**Problem:** Repeat the listing below word for word, leaving nothing out.
^^^^
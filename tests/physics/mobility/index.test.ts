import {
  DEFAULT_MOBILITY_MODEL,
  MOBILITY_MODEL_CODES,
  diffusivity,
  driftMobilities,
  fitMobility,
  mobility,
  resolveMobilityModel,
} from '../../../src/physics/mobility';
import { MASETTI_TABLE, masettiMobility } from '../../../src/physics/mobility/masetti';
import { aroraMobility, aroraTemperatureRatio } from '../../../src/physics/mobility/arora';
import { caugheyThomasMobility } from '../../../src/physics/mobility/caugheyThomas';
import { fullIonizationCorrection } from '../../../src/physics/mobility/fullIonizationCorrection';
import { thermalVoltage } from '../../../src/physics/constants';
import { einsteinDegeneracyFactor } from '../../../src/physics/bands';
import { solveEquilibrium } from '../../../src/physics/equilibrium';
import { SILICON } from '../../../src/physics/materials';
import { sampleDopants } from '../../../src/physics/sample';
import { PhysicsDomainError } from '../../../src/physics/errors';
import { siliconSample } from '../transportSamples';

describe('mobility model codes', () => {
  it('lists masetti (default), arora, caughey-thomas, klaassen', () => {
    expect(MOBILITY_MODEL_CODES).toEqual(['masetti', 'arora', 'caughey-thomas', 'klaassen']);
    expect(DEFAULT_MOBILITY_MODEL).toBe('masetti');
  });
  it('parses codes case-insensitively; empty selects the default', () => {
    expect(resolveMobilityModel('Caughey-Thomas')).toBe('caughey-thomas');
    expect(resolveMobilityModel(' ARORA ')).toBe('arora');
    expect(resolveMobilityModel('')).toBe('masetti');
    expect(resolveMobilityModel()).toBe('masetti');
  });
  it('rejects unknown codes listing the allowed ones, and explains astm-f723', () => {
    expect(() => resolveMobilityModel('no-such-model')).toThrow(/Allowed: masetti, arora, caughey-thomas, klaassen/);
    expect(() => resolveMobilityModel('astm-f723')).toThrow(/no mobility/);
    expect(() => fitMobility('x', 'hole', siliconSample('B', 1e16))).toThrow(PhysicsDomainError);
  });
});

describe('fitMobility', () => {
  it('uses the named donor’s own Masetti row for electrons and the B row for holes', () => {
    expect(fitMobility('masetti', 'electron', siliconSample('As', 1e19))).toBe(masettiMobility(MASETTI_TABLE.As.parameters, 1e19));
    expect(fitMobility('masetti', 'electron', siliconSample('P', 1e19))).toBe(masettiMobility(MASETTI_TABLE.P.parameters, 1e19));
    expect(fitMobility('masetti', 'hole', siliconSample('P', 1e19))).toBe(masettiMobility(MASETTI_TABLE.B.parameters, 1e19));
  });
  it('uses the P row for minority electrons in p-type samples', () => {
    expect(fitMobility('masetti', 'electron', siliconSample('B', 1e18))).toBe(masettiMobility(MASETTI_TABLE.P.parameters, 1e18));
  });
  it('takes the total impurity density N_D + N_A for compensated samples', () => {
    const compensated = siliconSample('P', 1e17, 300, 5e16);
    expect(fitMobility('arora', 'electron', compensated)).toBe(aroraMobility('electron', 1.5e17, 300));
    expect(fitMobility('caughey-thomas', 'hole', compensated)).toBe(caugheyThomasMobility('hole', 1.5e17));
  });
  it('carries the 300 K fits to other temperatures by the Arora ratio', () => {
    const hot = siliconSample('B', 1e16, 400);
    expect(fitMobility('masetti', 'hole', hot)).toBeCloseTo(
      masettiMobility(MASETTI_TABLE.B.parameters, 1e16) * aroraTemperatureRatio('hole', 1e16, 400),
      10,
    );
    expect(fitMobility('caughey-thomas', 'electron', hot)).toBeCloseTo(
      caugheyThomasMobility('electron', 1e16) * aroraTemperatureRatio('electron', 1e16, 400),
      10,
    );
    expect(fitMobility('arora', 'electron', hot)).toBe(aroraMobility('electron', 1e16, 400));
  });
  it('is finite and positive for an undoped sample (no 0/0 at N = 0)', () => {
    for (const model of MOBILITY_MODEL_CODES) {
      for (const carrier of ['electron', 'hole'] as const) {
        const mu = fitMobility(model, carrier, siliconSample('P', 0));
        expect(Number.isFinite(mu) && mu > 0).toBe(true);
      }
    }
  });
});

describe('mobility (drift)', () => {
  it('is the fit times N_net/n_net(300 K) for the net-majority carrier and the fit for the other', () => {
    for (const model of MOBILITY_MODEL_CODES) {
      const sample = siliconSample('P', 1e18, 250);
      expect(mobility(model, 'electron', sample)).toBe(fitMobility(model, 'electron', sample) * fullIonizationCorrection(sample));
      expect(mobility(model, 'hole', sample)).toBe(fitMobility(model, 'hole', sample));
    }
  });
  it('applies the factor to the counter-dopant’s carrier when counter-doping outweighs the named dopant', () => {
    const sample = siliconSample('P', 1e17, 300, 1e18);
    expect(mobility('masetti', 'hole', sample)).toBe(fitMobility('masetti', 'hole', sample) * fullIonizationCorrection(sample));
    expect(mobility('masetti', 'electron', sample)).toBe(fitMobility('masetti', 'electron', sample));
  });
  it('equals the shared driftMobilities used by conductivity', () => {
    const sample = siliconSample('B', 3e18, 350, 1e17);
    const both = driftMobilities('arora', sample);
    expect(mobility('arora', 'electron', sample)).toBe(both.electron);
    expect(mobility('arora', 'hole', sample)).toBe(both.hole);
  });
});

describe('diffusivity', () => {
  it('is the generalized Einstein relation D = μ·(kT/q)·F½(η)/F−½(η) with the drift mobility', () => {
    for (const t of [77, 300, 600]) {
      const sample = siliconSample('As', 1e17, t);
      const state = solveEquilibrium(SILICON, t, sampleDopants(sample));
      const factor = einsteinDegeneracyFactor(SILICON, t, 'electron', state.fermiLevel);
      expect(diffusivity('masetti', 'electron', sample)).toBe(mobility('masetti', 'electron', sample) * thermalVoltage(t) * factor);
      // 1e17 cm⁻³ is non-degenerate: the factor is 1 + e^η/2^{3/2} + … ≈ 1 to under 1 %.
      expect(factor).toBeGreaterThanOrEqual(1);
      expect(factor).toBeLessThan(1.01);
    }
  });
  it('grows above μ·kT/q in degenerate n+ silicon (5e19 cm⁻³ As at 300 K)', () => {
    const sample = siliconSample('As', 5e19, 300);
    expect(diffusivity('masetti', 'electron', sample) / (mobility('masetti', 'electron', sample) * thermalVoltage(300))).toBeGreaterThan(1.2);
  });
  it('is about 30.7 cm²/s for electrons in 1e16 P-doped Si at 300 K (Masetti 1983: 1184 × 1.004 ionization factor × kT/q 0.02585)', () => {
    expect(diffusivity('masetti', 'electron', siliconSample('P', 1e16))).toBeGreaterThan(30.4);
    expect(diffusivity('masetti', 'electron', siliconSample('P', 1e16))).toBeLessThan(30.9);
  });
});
^^^^
**Exercise response:**
filename tests/physics/mobility/index.test.ts
import {
  DEFAULT_MOBILITY_MODEL,
  MOBILITY_MODEL_CODES,
  diffusivity,
  driftMobilities,
  fitMobility,
  mobility,
  resolveMobilityModel,
} from '../../../src/physics/mobility';
import { MASETTI_TABLE, masettiMobility } from '../../../src/physics/mobility/masetti';
import { aroraMobility, aroraTemperatureRatio } from '../../../src/physics/mobility/arora';
import { caugheyThomasMobility } from '../../../src/physics/mobility/caugheyThomas';
import { fullIonizationCorrection } from '../../../src/physics/mobility/fullIonizationCorrection';
import { thermalVoltage } from '../../../src/physics/constants';
import { einsteinDegeneracyFactor } from '../../../src/physics/bands';
import { solveEquilibrium } from '../../../src/physics/equilibrium';
import { SILICON } from '../../../src/physics/materials';
import { sampleDopants } from '../../../src/physics/sample';
import { PhysicsDomainError } from '../../../src/physics/errors';
import { siliconSample } from '../transportSamples';

describe('mobility model codes', () => {
  it('lists masetti (default), arora, caughey-thomas, klaassen', () => {
    expect(MOBILITY_MODEL_CODES).toEqual(['masetti', 'arora', 'caughey-thomas', 'klaassen']);
    expect(DEFAULT_MOBILITY_MODEL).toBe('masetti');
  });
  it('parses codes case-insensitively; empty selects the default', () => {
    expect(resolveMobilityModel('Caughey-Thomas')).toBe('caughey-thomas');
    expect(resolveMobilityModel(' ARORA ')).toBe('arora');
    expect(resolveMobilityModel('')).toBe('masetti');
    expect(resolveMobilityModel()).toBe('masetti');
  });
  it('rejects unknown codes listing the allowed ones, and explains astm-f723', () => {
    expect(() => resolveMobilityModel('no-such-model')).toThrow(/Allowed: masetti, arora, caughey-thomas, klaassen/);
    expect(() => resolveMobilityModel('astm-f723')).toThrow(/no mobility/);
    expect(() => fitMobility('x', 'hole', siliconSample('B', 1e16))).toThrow(PhysicsDomainError);
  });
});

describe('fitMobility', () => {
  it('uses the named donor’s own Masetti row for electrons and the B row for holes', () => {
    expect(fitMobility('masetti', 'electron', siliconSample('As', 1e19))).toBe(masettiMobility(MASETTI_TABLE.As.parameters, 1e19));
    expect(fitMobility('masetti', 'electron', siliconSample('P', 1e19))).toBe(masettiMobility(MASETTI_TABLE.P.parameters, 1e19));
    expect(fitMobility('masetti', 'hole', siliconSample('P', 1e19))).toBe(masettiMobility(MASETTI_TABLE.B.parameters, 1e19));
  });
  it('uses the P row for minority electrons in p-type samples', () => {
    expect(fitMobility('masetti', 'electron', siliconSample('B', 1e18))).toBe(masettiMobility(MASETTI_TABLE.P.parameters, 1e18));
  });
  it('takes the total impurity density N_D + N_A for compensated samples', () => {
    const compensated = siliconSample('P', 1e17, 300, 5e16);
    expect(fitMobility('arora', 'electron', compensated)).toBe(aroraMobility('electron', 1.5e17, 300));
    expect(fitMobility('caughey-thomas', 'hole', compensated)).toBe(caugheyThomasMobility('hole', 1.5e17));
  });
  it('carries the 300 K fits to other temperatures by the Arora ratio', () => {
    const hot = siliconSample('B', 1e16, 400);
    expect(fitMobility('masetti', 'hole', hot)).toBeCloseTo(
      masettiMobility(MASETTI_TABLE.B.parameters, 1e16) * aroraTemperatureRatio('hole', 1e16, 400),
      10,
    );
    expect(fitMobility('caughey-thomas', 'electron', hot)).toBeCloseTo(
      caugheyThomasMobility('electron', 1e16) * aroraTemperatureRatio('electron', 1e16, 400),
      10,
    );
    expect(fitMobility('arora', 'electron', hot)).toBe(aroraMobility('electron', 1e16, 400));
  });
  it('is finite and positive for an undoped sample (no 0/0 at N = 0)', () => {
    for (const model of MOBILITY_MODEL_CODES) {
      for (const carrier of ['electron', 'hole'] as const) {
        const mu = fitMobility(model, carrier, siliconSample('P', 0));
        expect(Number.isFinite(mu) && mu > 0).toBe(true);
      }
    }
  });
});

describe('mobility (drift)', () => {
  it('is the fit times N_net/n_net(300 K) for the net-majority carrier and the fit for the other', () => {
    for (const model of MOBILITY_MODEL_CODES) {
      const sample = siliconSample('P', 1e18, 250);
      expect(mobility(model, 'electron', sample)).toBe(fitMobility(model, 'electron', sample) * fullIonizationCorrection(sample));
      expect(mobility(model, 'hole', sample)).toBe(fitMobility(model, 'hole', sample));
    }
  });
  it('applies the factor to the counter-dopant’s carrier when counter-doping outweighs the named dopant', () => {
    const sample = siliconSample('P', 1e17, 300, 1e18);
    expect(mobility('masetti', 'hole', sample)).toBe(fitMobility('masetti', 'hole', sample) * fullIonizationCorrection(sample));
    expect(mobility('masetti', 'electron', sample)).toBe(fitMobility('masetti', 'electron', sample));
  });
  it('equals the shared driftMobilities used by conductivity', () => {
    const sample = siliconSample('B', 3e18, 350, 1e17);
    const both = driftMobilities('arora', sample);
    expect(mobility('arora', 'electron', sample)).toBe(both.electron);
    expect(mobility('arora', 'hole', sample)).toBe(both.hole);
  });
});

describe('diffusivity', () => {
  it('is the generalized Einstein relation D = μ·(kT/q)·F½(η)/F−½(η) with the drift mobility', () => {
    for (const t of [77, 300, 600]) {
      const sample = siliconSample('As', 1e17, t);
      const state = solveEquilibrium(SILICON, t, sampleDopants(sample));
      const factor = einsteinDegeneracyFactor(SILICON, t, 'electron', state.fermiLevel);
      expect(diffusivity('masetti', 'electron', sample)).toBe(mobility('masetti', 'electron', sample) * thermalVoltage(t) * factor);
      // 1e17 cm⁻³ is non-degenerate: the factor is 1 + e^η/2^{3/2} + … ≈ 1 to under 1 %.
      expect(factor).toBeGreaterThanOrEqual(1);
      expect(factor).toBeLessThan(1.01);
    }
  });
  it('grows above μ·kT/q in degenerate n+ silicon (5e19 cm⁻³ As at 300 K)', () => {
    const sample = siliconSample('As', 5e19, 300);
    expect(diffusivity('masetti', 'electron', sample) / (mobility('masetti', 'electron', sample) * thermalVoltage(300))).toBeGreaterThan(1.2);
  });
  it('is about 30.7 cm²/s for electrons in 1e16 P-doped Si at 300 K (Masetti 1983: 1184 × 1.004 ionization factor × kT/q 0.02585)', () => {
    expect(diffusivity('masetti', 'electron', siliconSample('P', 1e16))).toBeGreaterThan(30.4);
    expect(diffusivity('masetti', 'electron', siliconSample('P', 1e16))).toBeLessThan(30.9);
  });
});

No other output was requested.